** Task details **
From the first line onward, reproduce the records exactly; the final line to include is the one holding "made over the".

** Input material **
Format part() {
  return object(
      {required("name", text("A name that no other part of the job has.")),
       key("quantity",
           quantity(QuantityKind::count,
                    Sign::positive,
                    "Parts made over the life of the tooling; default 1.")),
       key("batch",
           quantity(QuantityKind::count,
                    Sign::positive,
                    "Parts made at a time; default the whole quantity.")),
       required(
           "member",
           object(
               {required("length", quantity(QuantityKind::length, Sign::positive, "Length L.")),
                key("shapes", shapes()),
                key("stock",
                    any_of({word({"all"}, "Every list of sections in the catalogue."),
                            names("Stock lists by id.")},
                           "Stock sizes to try.")),
                required("load_cases", list_of(load_case(), "Every design holds in all of them."))},
               "A prismatic member along x; z is up, y is across.")),
       key("limits", limits()),
       key("finishes",
           names("Finishes to try, by id, \"none\" for a bare part; default "
                 "[\"none\"].")),
       key("operations",
           list_of(object({required("operation", text("Id of the operation.")),
                           key("units",
                               quantity(QuantityKind::ratio,
                                        Sign::positive,
                                        "Cuts, holes, metres ... a part; default 1."))},
                          "A step that every design gets."),
                   "Steps that every design gets.")),
       key("service_class",
           whole({1, 2},
                 "Climate of timber (EN 1995-1-1, 2.3.1.3): 1 indoors (default), 2 under "
                 "a roof."))},
      "A part to be sized.");
}

Format settings() {
  const std::vector<std::string> ends = {"low", "mid", "geometric mid", "high"};
  const auto ratio = [](const std::string& about) {
    return quantity(QuantityKind::ratio, Sign::not_negative, about);
  };
  return object(
      {key("missing",
           word({"undecided", "exclude", "class median"},
                "What to do with a candidate whose material lacks a value that is needed; default "
                "undecided.")),
       key("range_ends",
           map_of(property_names(),
                  word(ends, "Which value of a range is used."),
                  "By property; the others keep their defaults (strength and modulus low, density "
                  "and price mid).")),
       key("route_end",
           word(ends,
                "Which value of a range of routes, finishes and operations is used; default "
                "geometric mid.")),
       key("near", ratio("Designs within this of the front are kept; default 5 %.")),
       key("fold", ratio("Designs within this are shown as one; default 2 %.")),
       key("doubtful_sizes", yes_or_no("Offers stock sizes that are marked doubtful.")),
       key("kerf", quantity(QuantityKind::length, Sign::not_negative, "Saw cut; default 3 mm.")),
       key("machining_allowance",
           quantity(QuantityKind::length,
                    Sign::not_negative,
                    "Added to each outside dimension of a machined part; default 2 mm.")),
       key("scrap_credit",
           ratio("Fraction of its price at which scrap metal is sold back; default 0."))},
      "How the tables are read and what is kept.");
}

Format job() {
  Format rates = map_of({},
                        quantity(QuantityKind::money,
                                 Sign::positive,
                                 "What one unit of it is worth "
                                 "in the job's currency."),
                        "Other currencies that occur, such as \"USD\": \"0.92 EUR\".");
  rates.key_pattern = "^[A-Z]{3}$";
  return object(
      {required("bismar", whole({job_format_version}, "Version of the job format.")),
       key("title", text("One line for reports.")),
       key("currency", text("ISO 4217 code of the job's currency; default EUR.")),
       key("rates", std::move(rates)),
       key("catalogue", catalogue()),
       key("settings", settings()),
       required("parts", list_of(part(), "Parts, each sized for itself.")),
       key("exchange",
           object({key("mass",
                       range(QuantityKind::price_per_mass,
                             "Worth of a kilogram that is of interest: \"low..high\"."))},
                  "Exchange constants."))},
      "A job: parts to be sized, and with what. Values are SI inside; in this file every value "
      "with "
      "a dimension is a text with its unit. The loader checks more than a schema can say: units, "
      "names, bounds that contradict each other.");
}

}  // namespace
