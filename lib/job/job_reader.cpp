// SPDX-License-Identifier: MIT
#include "job_reader.hpp"

#include <bismar/quantity/format.hpp>
#include <bismar/quantity/parse.hpp>

#include <algorithm>
#include <array>
#include <utility>

namespace bismar::detail {

namespace {

using Kind = JsonValue::Kind;

RangeEnd range_end_of(const std::string& word) {
  return word == "low"    ? RangeEnd::low
         : word == "mid"  ? RangeEnd::mid
         : word == "high" ? RangeEnd::high
                          : RangeEnd::geometric_mid;
}

}  // namespace

const JsonValue* JobReader::get(const JsonValue& object, std::string_view key) const {
  const JsonValue* value = object.find(key);
  return value != nullptr && checker_.good(*value) ? value : nullptr;
}

std::optional<double> JobReader::quantity(const JsonValue& value, QuantityKind kind) const {
  if (!checker_.good(value)) {
    return std::nullopt;
  }
  if (value.is(Kind::number)) {
    return value.number;
  }
  const Dimension dimension = dimension_of(kind);
  if (dimension.sixths(Base::currency) != 0 && !checker_.reads_money()) {
    return std::nullopt;
  }
  return parse_quantity(value.text, kind, &job_.rates);
}

std::optional<double> JobReader::quantity(const JsonValue& object,
                                          std::string_view key,
                                          QuantityKind kind) const {
  const JsonValue* value = get(object, key);
  return value == nullptr ? std::nullopt : quantity(*value, kind);
}

std::optional<std::string> JobReader::text(const JsonValue& object, std::string_view key) const {
  const JsonValue* value = get(object, key);
  return value == nullptr ? std::nullopt : std::optional<std::string>(value->text);
}

void JobReader::set(bool& target, const JsonValue& object, std::string_view key) const {
  if (const JsonValue* value = get(object, key); value != nullptr) {
    target = value->boolean;
  }
}

void JobReader::set(double& target,
                    const JsonValue& object,
                    std::string_view key,
                    QuantityKind kind) const {
  target = quantity(object, key, kind).value_or(target);
}

void JobReader::set(std::optional<double>& target,
                    const JsonValue& object,
                    std::string_view key,
                    QuantityKind kind) const {
  if (const std::optional<double> value = quantity(object, key, kind)) {
    target = value;
  }
}

std::vector<std::string> JobReader::names(const JsonValue& object,
                                          std::string_view key,
                                          std::string_view what,
                                          const Words& words) {
  std::vector<std::string> all;
  const JsonValue* list = get(object, key);
  if (list == nullptr) {
    return all;
  }
  for (const JsonValue& item : list->items) {
    if (!checker_.good(item)) {
      continue;
    }
    if (tables_read_ && std::find(words.begin(), words.end(), item.text) == words.end()) {
      checker_.add_unknown(item, what, words);
    } else if (std::find(all.begin(), all.end(), item.text) != all.end()) {
      checker_.add(Code::duplicate,
                   item,
                   item.text,
                   "each name once",
                   '"' + item.text + "\" stands twice in the list.");
    } else {
      all.push_back(item.text);
    }
  }
  return all;
}

void JobReader::read_title(const JsonValue& root) { job_.title = text(root, "title").value_or(""); }

void JobReader::read_settings(const JsonValue* value) {
  if (value == nullptr || !value->is(Kind::object)) {
    return;
  }
  Settings& settings = job_.settings;
  if (const std::optional<std::string> missing = text(*value, "missing")) {
    settings.missing = *missing == "exclude"        ? Missing::exclude
                       : *missing == "class median" ? Missing::class_median
                                                    : Missing::undecided;
  }
  if (const JsonValue* ends = get(*value, "range_ends"); ends != nullptr) {
    for (const JsonValue::Member& end : ends->members) {
      const std::optional<Property> known = property(end.key);
      if (known.has_value() && checker_.good(end.value)) {
        settings.range_ends[*known] = range_end_of(end.value.text);
      }
    }
  }
  if (const std::optional<std::string> end = text(*value, "route_end")) {
    settings.route_end = range_end_of(*end);
  }
  if (const std::optional<std::string> explain = text(*value, "explain")) {
    settings.explain = *explain == "full" ? Explain::full : Explain::front;
  }
  set(settings.epsilon, *value, "epsilon", QuantityKind::ratio);
  set(settings.delta, *value, "delta", QuantityKind::ratio);
  for (const auto& [key, largest] : {std::pair<std::string_view, double>{"epsilon", 0.1},
                                     std::pair<std::string_view, double>{"delta", 0.01}}) {
    const std::optional<double> read = quantity(*value, key, QuantityKind::ratio);
    if (read.has_value() && *read > largest) {
      const JsonValue& found = *value->find(key);
      const std::string most = format_number(largest);
      checker_.add(Code::out_of_range,
                   found,
                   shown(found),
                   "above 0, at most " + most,
                   shown(found) + " is too wide a margin. Write a number up to " + most + '.');
    }
  }
  set(settings.near, *value, "near", QuantityKind::ratio);
  set(settings.fold, *value, "fold", QuantityKind::ratio);
  set(settings.doubtful_sizes, *value, "doubtful_sizes");
  set(settings.kerf, *value, "kerf", QuantityKind::length);
  set(settings.machining_allowance, *value, "machining_allowance", QuantityKind::length);
  set(settings.scrap_credit, *value, "scrap_credit", QuantityKind::ratio);
  for (const std::string_view key : {"near", "fold", "scrap_credit"}) {
    const std::optional<double> share = quantity(*value, key, QuantityKind::ratio);
    if (share.has_value() && *share > 1.0) {
      const JsonValue& found = *value->find(key);
      checker_.add(Code::out_of_range,
                   found,
                   shown(found),
                   "0 to 1, or 0 % to 100 %",
                   shown(found) +
                       " is more than the whole. Write a fraction or a percentage, such "
                       "as 0.05 or \"5 %\".");
    }
  }
}

void JobReader::read_exchange(const JsonValue* value) {
  if (value == nullptr || !value->is(Kind::object) || !checker_.reads_money()) {
    return;
  }
  const JsonValue* mass = get(*value, "mass");
  if (mass == nullptr) {
    return;
  }
  const QuantityRange range = parse_range(mass->text, QuantityKind::price_per_mass, &job_.rates);
  if (!(range.low < range.high)) {
    checker_.add(Code::conflict,
                 *mass,
                 mass->text,
                 "a range with two different ends",
                 "the range of the exchange constant has no width. Write \"low..high\".");
    return;
  }
  job_.exchange = ExchangeRange{range.low, range.high};
}

}  // namespace bismar::detail
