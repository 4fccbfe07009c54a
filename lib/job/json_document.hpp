// SPDX-License-Identifier: MIT
#pragma once

#include <bismar/error.hpp>
#include <bismar/export.hpp>

#include <cstddef>
#include <cstdint>
#include <string>
#include <string_view>
#include <vector>

namespace bismar::detail {

/// Deepest nesting of objects and lists that is read: far beyond any job, far from the stack's end.
inline constexpr std::size_t json_depth_limit = 64;

/// One value of a JSON text, with the place where it begins.
struct JsonValue {
  enum class Kind : std::uint8_t { null, boolean, number, text, list, object };
  struct Member;

  Kind kind = Kind::null;
  bool boolean = false;
  double number = 0.0;
  std::string text;  ///< The text, or the number as it was written.
  std::vector<JsonValue> items;
  std::vector<Member> members;  ///< In the order of the text, repeated keys included.
  std::size_t offset = 0;       ///< Byte in the text.

  [[nodiscard]] BISMAR_API const JsonValue* find(std::string_view key) const;
  [[nodiscard]] bool is(Kind other) const noexcept { return kind == other; }
};

struct JsonValue::Member {
  std::string key;
  std::size_t offset = 0;  ///< Of the key.
  JsonValue value;
};

/// "a text", "a number", "a list": the kind as a message says it.
[[nodiscard]] std::string_view phrase(JsonValue::Kind kind);

/// The value as a message quotes it: short values whole, lists and objects by their kind.
[[nodiscard]] std::string shown(const JsonValue& value);

/// A JSON text with // and /* */ comments, and where everything stands in it.
class BISMAR_API JsonDocument {
 public:
  /// Reads `text`. Faults: json_malformed (not JSON, not UTF-8, nested deeper than the limit),
  /// not_finite (a number too large for a double), duplicate (a key twice in one object). A text
  /// that is not JSON has one fault, because nothing behind it can be trusted.
  ///
  /// @param name  Stands for the file in every place.
  /// @return whether there is a value to go on with.
  bool parse(std::string text, std::string name, FaultList& faults);

  [[nodiscard]] const JsonValue& root() const noexcept { return root_; }
  [[nodiscard]] const std::string& name() const noexcept { return name_; }

  /// "file:line:column /pointer"; columns count characters.
  [[nodiscard]] std::string where(std::size_t offset, std::string_view pointer) const;

 private:
  friend class JsonBuilder;
  std::string text_;
  std::string name_;
  std::vector<std::size_t> line_starts_;
  JsonValue root_;
};

/// A key as one step of a JSON pointer: "~" and "/" escaped (RFC 6901).
[[nodiscard]] std::string pointer_step(std::string_view key);

/// The value without comments, keys in the order of the text, on one line.
[[nodiscard]] BISMAR_API std::string to_compact_text(const JsonValue& value);

}  // namespace bismar::detail
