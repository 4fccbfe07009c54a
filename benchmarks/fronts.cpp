// SPDX-License-Identifier: MIT
// Fronts and rulers of plain numbers.
#include "inputs.hpp"

#include <benchmark/benchmark.h>

#include <bismar/exchange/ruler.hpp>
#include <bismar/pareto/front.hpp>

#include <algorithm>
#include <cstdint>
#include <limits>
#include <numeric>
#include <vector>

namespace bismar::benchmarks {

namespace {

using Points = const std::vector<double>& (*)(std::size_t);

void report(benchmark::State& state, std::span<const std::uint32_t> front) {
  const auto n = state.range(0);
  state.counters["n"] = static_cast<double>(n);
  state.counters["size"] = static_cast<double>(front.size());
  const std::vector<double> rows(front.begin(), front.end());
  state.counters["checksum"] = checksum(rows);
  state.SetItemsProcessed(state.iterations() * n);
}

void our_front(benchmark::State& state, Points make) {
  const auto& points = make(static_cast<std::size_t>(state.range(0)));
  std::vector<std::uint32_t> front;
  for (auto _ : state) {
    front = front_2d(points);
    benchmark::DoNotOptimize(front.data());
  }
  report(state, front);
}

/// What one would write by hand: sort the indices, then scan.
std::vector<std::uint32_t> sort_and_scan(const std::vector<double>& points) {
  std::vector<std::uint32_t> order(points.size() / 2);
  std::iota(order.begin(), order.end(), 0U);
  std::sort(order.begin(), order.end(), [&](std::uint32_t a, std::uint32_t b) {
    const std::size_t i = 2 * std::size_t{a};
    const std::size_t j = 2 * std::size_t{b};
    if (points[i] != points[j]) {
      return points[i] < points[j];
    }
    return points[i + 1] != points[j + 1] ? points[i + 1] < points[j + 1] : a < b;
  });
  std::vector<std::uint32_t> front;
  double least = std::numeric_limits<double>::infinity();
  double at = 0.0;
  for (const auto row : order) {
    const double f1 = points[2 * std::size_t{row}];
    const double f2 = points[2 * std::size_t{row} + 1];
    if (f2 < least || (f2 == least && f1 == at)) {
      front.push_back(row);
      least = f2;
      at = f1;
    }
  }
  return front;
}

void by_hand(benchmark::State& state, Points make) {
  const auto& points = make(static_cast<std::size_t>(state.range(0)));
  std::vector<std::uint32_t> front;
  for (auto _ : state) {
    front = sort_and_scan(points);
    benchmark::DoNotOptimize(front.data());
  }
  if (front != front_2d(points)) {
    state.SkipWithError("sort and scan gives another front");
  }
  report(state, front);
}

void ruler(benchmark::State& state, Points make) {
  const auto n = static_cast<std::size_t>(state.range(0));
  const auto& points = make(n);
  std::vector<std::uint32_t> labels(n);
  for (std::size_t i = 0; i < n; ++i) {
    labels[i] = static_cast<std::uint32_t>(i % 500);
  }
  Ruler made;
  for (auto _ : state) {
    made = exchange_ruler(points, labels);
    benchmark::DoNotOptimize(made.stretches.data());
  }
  std::vector<double> ends;
  for (const auto& stretch : made.stretches) {
    ends.push_back(stretch.penalty_from);
  }
  state.counters["n"] = static_cast<double>(n);
  state.counters["size"] = static_cast<double>(made.stretches.size());
  state.counters["checksum"] = checksum(ends);
  state.SetItemsProcessed(state.iterations() * state.range(0));
}

BENCHMARK_CAPTURE(our_front, random, random_points)
    ->Name("front_2d/random")
    ->Arg(10'000)
    ->Arg(100'000)
    ->Arg(1'000'000)
    ->Unit(benchmark::kMillisecond);
BENCHMARK_CAPTURE(by_hand, random, random_points)
    ->Name("sort_and_scan/random")
    ->Arg(10'000)
    ->Arg(100'000)
    ->Arg(1'000'000)
    ->Unit(benchmark::kMillisecond);
BENCHMARK_CAPTURE(our_front, all_on_front, points_on_a_curve)
    ->Name("front_2d/all_on_front")
    ->Arg(10'000)
    ->Arg(100'000)
    ->Arg(1'000'000)
    ->Unit(benchmark::kMillisecond);
BENCHMARK_CAPTURE(by_hand, all_on_front, points_on_a_curve)
    ->Name("sort_and_scan/all_on_front")
    ->Arg(10'000)
    ->Arg(100'000)
    ->Arg(1'000'000)
    ->Unit(benchmark::kMillisecond);
BENCHMARK_CAPTURE(ruler, random, random_points)
    ->Name("exchange_ruler/random")
    ->Arg(1'000'000)
    ->Unit(benchmark::kMillisecond);
BENCHMARK_CAPTURE(ruler, all_on_front, points_on_a_curve)
    ->Name("exchange_ruler/all_on_front")
    ->Arg(1'000'000)
    ->Unit(benchmark::kMillisecond);

}  // namespace

}  // namespace bismar::benchmarks
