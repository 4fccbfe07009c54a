// SPDX-License-Identifier: MIT
// One utilisation of every limit state that a bent and twisted steel tube in compression can meet.
#include <benchmark/benchmark.h>

#include <bismar/mechanics/limit_state.hpp>
#include <bismar/mechanics/load_effects.hpp>
#include <bismar/mechanics/scaled_section.hpp>
#include <bismar/mechanics/section.hpp>

#include <vector>

namespace bismar::benchmarks {

namespace {

constexpr double length = 1.2;

struct Tube {
  SectionProperties section = bismar::round_tube(60.3e-3, 4e-3, Forming::hot_finished);
  MemberMaterial material;
  MemberLimits limits;
  LoadEffects effects = reduce(cantilever({force(400.0, length),
                                           force(200.0, length, Along::y),
                                           torque(150.0, length),
                                           axial(-2000.0)}),
                               length);
  std::vector<const LimitState*> states;

  Tube() {
    material.rho = 7850.0;
    material.E = 210e9;
    material.G = 81e9;
    material.sigma_y = 355e6;
    material.tensile = 490e6;
    limits.deflection = 20e-3;
    limits.twist = 0.05;
    limits.height = 0.1;
    limits.width = 0.1;
    limits.wall = 3e-3;
    for (const LimitState* state : limit_states()) {
      if (state->applies(effects, limits, material, section)) {
        states.push_back(state);
      }
    }
  }
};

double all_utilisations(const Tube& tube, const SectionProperties& section) {
  double sum = 0.0;
  for (const LimitState* state : tube.states) {
    const CheckInput input{section, tube.material, tube.effects, tube.limits, length, 1.5};
    sum += state->utilisation(input);
  }
  return sum;
}

void report(benchmark::State& state, const Tube& tube, double sum) {
  state.counters["n"] = static_cast<double>(tube.states.size());
  state.counters["size"] = static_cast<double>(tube.effects.stations.size());
  state.counters["checksum"] = sum;
  state.SetItemsProcessed(state.iterations() * static_cast<std::int64_t>(tube.states.size()));
}

void utilisations(benchmark::State& state) {
  const Tube tube;
  double sum = 0.0;
  for (auto _ : state) {
    sum = all_utilisations(tube, tube.section);
    benchmark::DoNotOptimize(sum);
  }
  report(state, tube, sum);
}

void utilisations_and_section(benchmark::State& state) {
  const Tube tube;
  double sum = 0.0;
  for (auto _ : state) {
    sum = all_utilisations(tube, bismar::round_tube(60.3e-3, 4e-3, Forming::hot_finished));
    benchmark::DoNotOptimize(sum);
  }
  report(state, tube, sum);
}

BENCHMARK(utilisations)->Name("limit_states/bent_twisted_tube");
BENCHMARK(utilisations_and_section)->Name("limit_states/with_section");

/// Each limit state on its own.
void one_utilisation(benchmark::State& state, const LimitState* limit) {
  const Tube tube;
  double u = 0.0;
  for (auto _ : state) {
    const CheckInput input{tube.section, tube.material, tube.effects, tube.limits, length, 1.5};
    u = limit->utilisation(input);
    benchmark::DoNotOptimize(u);
  }
  state.counters["n"] = 1.0;
  state.counters["size"] = static_cast<double>(tube.effects.stations.size());
  state.counters["checksum"] = u;
}

const bool each_registered = [] {
  for (const LimitState* limit : Tube().states) {
    const std::string name = "limit_state/" + std::string(limit->id());
    benchmark::RegisterBenchmark(name.c_str(), one_utilisation, limit);
  }
  return true;
}();

}  // namespace

}  // namespace bismar::benchmarks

** Answer to the problem **
Format part() {
  return object(
      {required("name", text("A name that no other part of the job has.")),
       key("quantity",
           quantity(QuantityKind::count,
                    Sign::positive,
                    "Parts made over the life of the tooling; default 1.")),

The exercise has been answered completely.